▶ TASK GOAL: Scan the material for "whole". Copy every line it appears in.

▶ GIVEN ENTRIES:

import { describe, expect, it } from "vitest";
import { DEFAULT_CONVENTIONS } from "@/lib/verify/conventions";
import { readQuantity } from "@/lib/verify/read-quantity";
import { readValue } from "@/lib/verify/read-value";

type Row = [typed: string, at: number, length: number, says: RegExp, suggestion?: string];

const QUANTITIES: readonly Row[] = [
  ["", 0, 0, /quantity is empty/],
  ["   ", 3, 0, /quantity is empty/],
  ["1 1 2; 0 0 0", 0, 1, /begins with its bracket/],
  ["3j(1 1 2; 0 0 0)", 0, 2, /begins with its bracket/, "(1 1 2; 0 0 0)"],
  ["C(1 0 1 0 2 0)", 0, 1, /begins with its bracket/, "(1 0 1 0 2 0)"],
  ["\\begin{pmatrix}1", 0, 1, /not LaTeX/],
  ["{1 1 1; 1 1 1}", 0, 14, /does not verify 6j and 9j/],
  ["W(1 1 1 1; 1 1)", 0, 15, /does not verify Racah W/],
  ["G(1 1 2; 0 0 0)", 0, 15, /does not verify Gaunt integrals/],
  ["c(2; 1 0, 1 0)", 0, 14, /does not verify Gaunt coefficients/],
  ["<1 || C(2) || 1>", 0, 16, /does not verify reduced matrix elements/],
  ["<2 1 | T(1 0) | 2 1>", 0, 20, /does not verify matrix elements of tensor/],
  ["|2 0> = |1 1>|1 -1>", 0, 19, /does not verify coupled states/],
  ["[1 1 2; 0 0 0]", 0, 1, /opens with \[/, "(1 1 2; 0 0 0)"],
  ["(1 1 2 0 0 0)", 7, 1, /semicolon between them/, "(1 1 2; 0 0 0)"],
  ["(1 1 2)", 6, 1, /semicolon between them/],
  ["(1 1 2; 0 0)", 11, 1, /bottom row has 2 entries/],
  ["(1 1; 0 0 0)", 4, 1, /top row has 2 entries/],
  ["(1 1 2 3; 0 0 0)", 7, 1, /top row has 4 entries/],
  ["(; 0 0 0)", 1, 1, /top row has no entry/],
  ["(1 1 2; 0 0 0; 1 1 1)", 13, 1, /has two rows, and this one has 3/],
  ["(1 1 2 | 0 0 0)", 7, 1, /separated by a semicolon/, "(1 1 2; 0 0 0)"],
  ["(1 0 1 0 | 2 0)", 9, 1, /typed in < >/, "<1 0 1 0 | 2 0>"],
  ["(1 1 2; 0 0 0", 13, 0, /closing bracket \) is missing/, "(1 1 2; 0 0 0)"],
  ["(1 1 2; 0 0 0]", 13, 1, /does not match/],
  ["(1 1 2; 0 0 0) = 3", 15, 3, /Nothing is expected after/, "(1 1 2; 0 0 0)"],
  ["(1,,1 2; 0 0 0)", 3, 1, /no entry on one side/],
  ["(1 1 2,; 0 0 0)", 6, 1, /no entry on one side/],
  ["(,1 1 2; 0 0 0)", 1, 1, /no entry on one side/],
  ["(1 1 2; 1-1 0)", 9, 2, /touch/, "(1 1 2; 1 -1 0)"],
  ["(1 1 2; - 1 1 0)", 8, 2, /without a space/, "(1 1 2; -1 1 0)"],
  ["(-1 1 2; 0 0 0)", 1, 2, /-1 is negative/],
  ["(1/3 1 2; 0 0 0)", 1, 3, /neither an integer nor a half/],
  ["(0.3 1 2; 0 0 0)", 1, 3, /neither an integer nor a half/],
  ["(1/0 1 2; 0 0 0)", 1, 3, /divides by zero/],
  ["(1/ 1 2; 0 0 0)", 1, 2, /not complete/],
  ["(⅓ 1 2; 0 0 0)", 1, 1, /neither an integer nor a half/],
  ["(j 1 2; 0 0 0)", 1, 1, /is a letter/],
  ["(1 1 2; m -m 0)", 8, 1, /is a letter/],
  ["(1 1 2; 0 0 ?)", 12, 1, /found “\?”/],
  ["(1 1 2; 0 0 \u202e0)", 12, 1, /U\+202E/],
  ["(12345678 1 1; 0 0 0)", 1, 8, /far larger/],
  ["<1 0 1 0 2 0>", 9, 1, /bar before J and M/, "<1 0 1 0 | 2 0>"],
  ["<1 0 1 | 2 0>", 7, 1, /Left of the bar there are 3/],
  ["<1 0 1 0 1 | 2 0>", 9, 1, /Left of the bar there are 5/],
  ["<1 0 1 0 | 2>", 12, 1, /Right of the bar there is 1/],
  ["<1 0 1 0 | 2 0 1>", 15, 1, /Right of the bar there are 3/],
  ["<1 0 1 0 | 2 | 0>", 13, 1, /a second one/],
  ["<2 0 | 1 0 1 0>", 0, 15, /coupled state stands on the left/, "<1 0 1 0 | 2 0>"],
  ["<1 0 1 0 | 1 2 2 0>", 13, 1, /repeats j2/],
  ["<1; 0 1 0 | 2 0>", 2, 1, /between two pairs/],
  ["<1 0 -1 0 | 2 0>", 5, 2, /-1 is negative/],
];

const VALUES: readonly Row[] = [
  ["", 0, 0, /value is empty/],
  ["1/2 sqrt(3)", 4, 7, /above or below the line/, "1/2*sqrt(3)"],
  ["1/2√3", 3, 2, /above or below the line/, "1/2*√3"],
  ["1/2pi", 3, 2, /above or below the line/, "1/2*pi"],
  ["1/2(3)", 3, 3, /above or below the line/, "1/2*(3)"],
  ["2^3/2", 1, 4, /belong to the exponent or not/, "2^(3/2)"],
  ["2^3^2", 2, 3, /power of a power/, "2^(3^2)"],
  ["1 1/2", 2, 1, /may mean 1 \+ 1\/2 or 1 · 1\/2/, "(1 + 1/2)"],
  ["1 ½", 2, 1, /write 1½/, "1½"],
  ["2 3", 2, 1, /a sign such as \* is missing/],
  ["sqrt 2", 5, 1, /in parentheses/, "sqrt(2)"],
  ["sqrt2/3", 4, 1, /in parentheses/, "sqrt(2)/3"],
  ["√-2", 1, 1, /After √ stands a number/],
  ["sqrt()", 5, 1, /nothing between/],
  ["()", 1, 1, /nothing between/],
  ["(1+2", 0, 1, /not closed/, "(1+2)"],
  ["1+2)", 3, 1, /no opening one/],
  ["1+", 2, 0, /not finished/],
  ["*2", 0, 1, /Before this \*/],
  ["2**3", 1, 2, /written with \^/, "2^3"],
  ["--2", 1, 1, /Two signs/],
  ["2//3", 2, 1, /Before this \//],
  ["1/0", 0, 3, /division by zero/],
  ["0^-1", 0, 4, /negative power/],
  ["2^0.3", 2, 3, /whole number or a half/],
  ["2^pi", 2, 2, /whole number or a half/],
  ["sqrt(1+sqrt(2))", 5, 8, /no finite sum/],
  ["x", 0, 1, /“x” is not read/],
  ["Sqrt(2)", 0, 4, /“Sqrt” is not read/, "sqrt(2)"],
  ["Pi", 0, 2, /“Pi” is not read/, "pi"],
  ["sin(2)", 0, 3, /only one is sqrt/],
  ["import(2)", 0, 6, /only one is sqrt/],
  ["a=2", 0, 1, /“a” is not read/],
  ["= 2", 0, 1, /without an equals sign/, "2"],
  ["≈0.37", 0, 1, /type its digits alone/, "0.37"],
  ["{a:1}", 0, 1, /round parentheses/, "(a:1)"],
  ["[1/2]", 0, 1, /round parentheses/, "(1/2)"],
  ["|2|", 0, 1, /Bars are not part/],
  ["±1/2", 0, 1, /± stands for two values/],
  ["5 : 3", 2, 1, /ratio/],
  ["50%", 2, 1, /percentage/],
  ["3!", 1, 1, /Factorials/],
  ["1;2", 1, 1, /a claim of its own/],
  ["0,5", 1, 1, /with a point/, "0.5"],
  ["1, 2", 1, 1, /a claim of its own/],
  ["'1/2'", 0, 1, /without quotation marks/, "1/2"],
  ["\\sqrt{2/15}", 0, 1, /not LaTeX/, "sqrt(2/15)"],
  ["\\frac{1}{2}", 0, 1, /not LaTeX/, "1/2"],
  ["0.5... + 1", 3, 3, /only at the end of a decimal/],
  ["½...", 1, 3, /only at the end of a decimal/],
  ["1.2.3", 3, 2, /a sign such as \* is missing/],
  [".", 0, 1, /before digits/],
  ["2⁺", 1, 1, /raised digits/],
  ["1\u00002", 1, 1, /U\+0000/],
  ["\ud8001", 0, 1, /U\+D800/],
];

const LIMITS: readonly [name: string, typed: string, says: RegExp][] = [
  ["a million digits", "1".repeat(1_000_000), /at most 4000 are read/],
  ["a million parentheses", "(".repeat(1_000_000), /at most 4000 are read/],
  ["a thousand digits", "1".repeat(1_000), /up to 200 digits/],
  ["a hundred parentheses", "(".repeat(100), /nested more than 40 deep/],
  ["five hundred terms", "1+".repeat(500) + "1", /more than 400 numbers and signs/],
  [
    "many long numbers",
    `${"9".repeat(150)}*${"9".repeat(150)}*${"9".repeat(150)}`,
    /more than 400 digits together/,
  ],
  ["2^(2^31)", "2^(2^31)", /Exponents up to 64/],
  ["9^(9^8)", "9^(9^8)", /Exponents up to 64/],
  ["towers of powers", "((9^64)^64)^64", /grows past/],
  ["1e999", "1e999", /larger than 64/],
  ["a sum of roots to a high power", "(sqrt(2)+sqrt(3)+sqrt(5)+sqrt(7)+sqrt(11))^60", /grows past/],
];

describe("quantities that cannot be read", () => {
  it.each(QUANTITIES)("%j at %i", (typed, at, length, says, suggestion) => {
    const read = readQuantity(typed, DEFAULT_CONVENTIONS);
    expect(read.ok).toBe(false);
    if (read.ok) return;
    expect(read.error.says).toMatch(says);
    expect([read.error.at, read.error.length]).toEqual([at, length]);
    expect(read.error.suggestion).toBe(suggestion);
  });
});

describe("values that cannot be read", () => {
  it.each(VALUES)("%j at %i", (typed, at, length, says, suggestion) => {
    const read = readValue(typed, DEFAULT_CONVENTIONS);
    expect(read.ok).toBe(false);
    if (read.ok) return;
    expect(read.error.says).toMatch(says);
    expect([read.error.at, read.error.length]).toEqual([at, length]);
    expect(read.error.suggestion).toBe(suggestion);
  });

  it("offers both readings where two are possible", () => {
    const read = readValue("1/2 sqrt(3)", DEFAULT_CONVENTIONS);
    expect(!read.ok && [read.error.suggestion, read.error.alternative]).toEqual([
      "1/2*sqrt(3)",
      "1/(2*sqrt(3))",
    ]);
    const power = readValue("2^3/2", DEFAULT_CONVENTIONS);
    expect(!power.ok && [power.error.suggestion, power.error.alternative]).toEqual(["2^(3/2)", "(2^3)/2"]);
  });

  it.each(LIMITS)("%s passes a stated limit", (_name, typed, says) => {
    const read = readValue(typed, DEFAULT_CONVENTIONS);
    expect(!read.ok && read.error.limit).toBe(true);
    expect(!read.ok && read.error.says).toMatch(says);
  });
});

▶ RESULT FOR THIS EXERCISE:
  ["2^0.3", 2, 3, /whole number or a half/],
  ["2^pi", 2, 2, /whole number or a half/],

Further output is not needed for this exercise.